Giderek artan beton yapılar yüzünden çimento ihtiyacı artmış,
yurt içi fabrikalar üretime cevap vermekte yetersiz kalmıştı. Bursa
vilayetinin tek iskelesi olan Mudanya iskelesi önceden Mudanya Belediyesine
bağlıyken kısa süre önce Devlet Demiryolları ve Limanları’nın sorumluluğuna
verilmişti ve ciddi bir onarım ihtiyacı vardı.
1943 yılı sonunda Bursa milletvekillerinin hazırladıkları rapor, yaşanan
sıkıntıları gösteriyor.

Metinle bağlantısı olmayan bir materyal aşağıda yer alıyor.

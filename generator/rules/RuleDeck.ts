import type { Severity } from '../base/Problem.ts';

export type Comparison = '<=' | '>=' | '<' | '>';

/**
 * The quantities as an evaluator sees them: the ones that the rule uses are all there, in SI.
 *
 * Looser than {@link DesignQuantities}, so that compiled decks need no casts.
 */
export type Scope = Readonly<Record<string, number | null | undefined>>;

/** What an example of a rule must come to. */
export type ExampleOutcome = 'passes' | 'fails' | 'not-applicable';

/** A case that the author of a rule worked out by hand; every deck is held to its own examples. */
export interface RuleExample {
  readonly outcome: ExampleOutcome;
  /** SI values; null: the figure does not exist. */
  readonly quantities: Readonly<Record<string, number | null>>;
}

/** One rule, ready to be applied: `measured comparison limit`, where `applies`. */
export interface Rule {
  /** Kebab-case, unique in a deck. */
  readonly id: string;
  readonly severity: Severity;
  /** As its author wrote it, white space collapsed. */
  readonly requirement: string;
  /** The condition of applicability as written, or null: always. */
  readonly when: string | null;
  readonly whatToDo: string;
  readonly reason: string;
  /** A published source, or `common practice`. */
  readonly source: string;
  /** Unit of measured value and limit, SI; `1` for a plain number. */
  readonly unit: string;
  /** Quantities that requirement and condition speak of, in the order of the table. */
  readonly uses: readonly string[];
  readonly comparison: Comparison;
  readonly measured: (scope: Scope) => number;
  readonly limit: (scope: Scope) => number;
  readonly applies: (scope: Scope) => boolean;
  readonly examples: readonly RuleExample[];
}

export interface RuleDeck {
  /** File name, or `ramp` for the shipped deck. */
  readonly name: string;
  readonly rules: readonly Rule[];
}
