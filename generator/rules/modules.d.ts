/** A rule deck compiled by the build: see `build/ruleCompiler.mjs`. */
declare module '*.xml' {
  const rules: readonly import('./RuleDeck.ts').Rule[];
  export default rules;
}

/** The one-file build of the expression library, which comes without types of its own. */
declare module 'mathjs/lib/browser/math.js' {
  const library: Pick<typeof import('mathjs'), 'parse' | 'unit'>;
  export default library;
}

Bursa halkına ekmek yetmemiş, çiftçi tohum, lastik
ve benzin bulamamış, işten çıkartılanlar yardıma muhtaç hale gelmiş,
bataklıklar kurutulamadığı için halk sıtmadan kırılmış, çocukların okul
ihtiyacı karşılanamamıştır. Bütçe yetersizliğinin bir örneği de Bursa
Halkevi’nin 2. kısım inşaatının 1939’dan 1949’a kadar bitirilememiş
olmasıdır.
Savaş yıllarının zorluğunu istatistikler de
yansıtır. 1935-39 arasında Bursa'da toplam evlenme sayısı 6889 iken 1940-45
arasında bu sayı %50'den fazla düşüşle 2697 olmuştur. 1935-39 arası boşanma
sayısı 1139 iken 1940-46 arasında bu sayı 1686'ya ulaşmıştır. Savaşın
sürdüğü 6 yıl boyunca kentteki suç oranı da yarıdan fazla artmıştır.

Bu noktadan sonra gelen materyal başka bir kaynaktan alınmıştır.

import { nearest } from '../base/nearest.ts';
import type { Severity } from '../base/Problem.ts';
import { failure, type Outcome, success } from '../base/Problem.ts';
import { isQuantityName, type QuantityMeaning, quantities } from './quantities.ts';
import type { Rule } from './RuleDeck.ts';

/** One line of `rules list`. */
export interface RuleSummary {
  readonly id: string;
  readonly severity: Severity;
  readonly requirement: string;
  readonly source: string;
}

/** What `rules explain ID` shows. */
export interface RuleExplanation extends RuleSummary {
  readonly when: string | null;
  readonly whatToDo: string;
  readonly reason: string;
  /** Unit of measured value and limit. */
  readonly unit: string;
  readonly quantities: readonly (QuantityMeaning & { readonly name: string })[];
}

/** The rules in the order in which they are applied. */
export function listRules(rules: readonly Rule[]): readonly RuleSummary[] {
  return rules.map(({ id, severity, requirement, source }) => ({ id, severity, requirement, source }));
}

/** Everything a person needs to act on one rule; an unknown id names the nearest. */
export function explainRule(rules: readonly Rule[], id: string): Outcome<RuleExplanation> {
  const rule = rules.find((candidate) => candidate.id === id);
  if (rule === undefined) return failure([unknownRule(rules, id)]);
  const { severity, requirement, source, when, whatToDo, reason, unit, uses } = rule;
  const spokenOf = uses.filter(isQuantityName).map((name) => ({ name, ...quantities[name] }));
  return success({
    id,
    severity,
    requirement,
    source,
    when,
    whatToDo,
    reason,
    unit,
    quantities: spokenOf,
  });
}

function unknownRule(rules: readonly Rule[], id: string) {
  const near = nearest(
    id,
    rules.map((rule) => rule.id),
  );
  return {
    code: 'unknown-rule',
    severity: 'error' as const,
    key: null,
    place: null,
    expected: 'the id of a rule',
    received: id,
    fix: near === null ? 'see counterslope rules list' : `did you mean ${near}?`,
  };
}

Savaş yıllarının zor koşullarını Mehmet
Beysel'den dinleyelim:
Savaşın ülkemiz sınırına
yaklaşması nedeniyle alınan önlemler arasında lise ve üniversite çağındaki
erkek öğrencilerin askeri eğitim alması da vardı. Yaz tatilinde kısa süreli
olarak düzenlenen askeri kamplara çağrılırlardı. 9. sınıfın yaz tatilinde
Temenyeri’nde 20 gün asker elbiseli ve tam teçhizatlı kamp yapmıştık. Her
birimiz omuzda mavzer, sırtta asker çantası tam teçhizat her sabah uygun
adımla Temenyeri’ne çıkar, akşama kadar talim yapardık. Ayrıca her mangada
bir hafif makineli tüfek vardı. Onu da sırayla taşırdık. Sonunda hakiki
mermiyle atış yapıp bir de teftiş verdik. Babam Ahmet Beysel de ihtiyat
askerliğine çağrılmıştı.
Savaş yıllarında eski aşara
benzeyen bir vergi sistemi uygulanmaya başlamıştı. Bu verginin hesap
edilmesi için 40’lı yıllarda lise öğrencileri hasat zamanı “cabı/cabi”

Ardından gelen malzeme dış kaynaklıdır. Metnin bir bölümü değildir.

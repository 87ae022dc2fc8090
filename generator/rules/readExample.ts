import { nearest } from '../base/nearest.ts';
import { dimensionOfQuantity, typeOf } from './checkDimensions.ts';
import { dimensionInWords, sameDimension } from './Dimension.ts';
import { type Expression, type ExpressionFault, quantitiesIn } from './Expression.ts';
import { numberOf } from './evaluateExpression.ts';
import { parseExpression } from './parseExpression.ts';
import { isQuantityName, quantities } from './quantities.ts';

/**
 * Reads the quantities of an example: `signalAtTripMin = 25 mV; signalFloor = 20 mV`.
 *
 * `none` in place of a value says that the figure does not exist.
 * @returns SI values by name, or every fault with its offset
 */
export function readExample(text: string): ReadonlyMap<string, number | null> | readonly ExpressionFault[] {
  const values = new Map<string, number | null>();
  const faults: ExpressionFault[] = [];
  let offset = 0;
  for (const piece of text.split(';')) {
    if (piece.trim() !== '') readAssignment(piece, offset, values, faults);
    offset += piece.length + 1;
  }
  return faults.length === 0 ? values : faults;
}

function readAssignment(
  piece: string,
  offset: number,
  values: Map<string, number | null>,
  faults: ExpressionFault[],
): void {
  const equals = piece.indexOf('=');
  const name = piece.slice(0, Math.max(0, equals)).trim();
  const start = offset + piece.search(/\S/);
  const add = (code: string, expected: string, received: string, fix: string) =>
    faults.push({ code, offset: start, expected, received, fix });
  if (equals < 0) {
    add('example-form', 'quantity = value', piece.trim().slice(0, 40), 'separate several with semicolons');
  } else if (!isQuantityName(name)) {
    const near = nearest(name, Object.keys(quantities));
    const fix = near === null ? 'name a quantity of the design' : `did you mean ${near}?`;
    add('unknown-quantity', 'a quantity of the design', name, fix);
  } else if (values.has(name)) {
    add('example-form', 'each quantity once', `${name} twice`, 'remove one');
  } else if (piece.slice(equals + 1).trim() === 'none') {
    values.set(name, null);
  } else {
    const value = constantOf(piece.slice(equals + 1), name);
    if (typeof value === 'number') values.set(name, value);
    else for (const each of value) faults.push({ ...each, offset: offset + equals + 1 + each.offset });
  }
}

/** A value in the unit of its quantity, in SI. */
function constantOf(text: string, name: string): number | readonly ExpressionFault[] {
  const parsed = parseExpression(text);
  if (!('kind' in parsed)) return parsed;
  const wanted = dimensionOfQuantity(name);
  const type = typeOf(parsed);
  if (Array.isArray(type)) return type;
  const fits = type !== 'truth' && isConstant(parsed) && sameDimension(type as typeof wanted, wanted);
  if (fits) return numberOf(parsed, {});
  const expected = `a value: ${dimensionInWords(wanted)}`;
  const fix = 'write the value with its unit';
  return [{ code: 'dimension-mismatch', offset: 0, expected, received: text.trim(), fix }];
}

function isConstant(expression: Expression): boolean {
  return quantitiesIn(expression).length === 0;
}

olarak görevlendirilmiş. Osmanlı Devletinde Tanzimat Dönemine kadar haraç,
cizye ve vakıf gelirlerini toplayan tahsildarlara cabi deniyordu. Ünlü mizah
ve hiciv ustası Sümbülzade Vehbi cabilerin köylü için nasıl bir korku
kaynağı olduğunu “Koynu defterli o cabi ne bela” dizesiyle pek güzel
anlatmıştır.
Ahmet Muhtar savaş yıllarında Temenyeri'nde bir muharebe
taburunun konuşlandığını, taburun kalabalık olduğunu, hayvanlarının Hünkar
Köşkü'ne kadar olan alana yayıldığını anlatır.
Kaynaklar:
1-
CHP Parti Müfettişliği ve Raporlarla Bursa Teşkilatı (1936-1945), Seda
Bayındır Uluskan, Yeditepe Yayınevi, 2020, s. 333, 359 --
2- Bir Mühendisin Anıları, Mehmet Beysel, Ayber Danışmanlık yayını,
2007, s. 45 -
3- Ahmet Muhtar ile söyleşi
(https://www.bursaarastirmalarimerkezi.com/ahmet-muhtar-pamukcular-ile-sozlu-tarih-gorusmesi/)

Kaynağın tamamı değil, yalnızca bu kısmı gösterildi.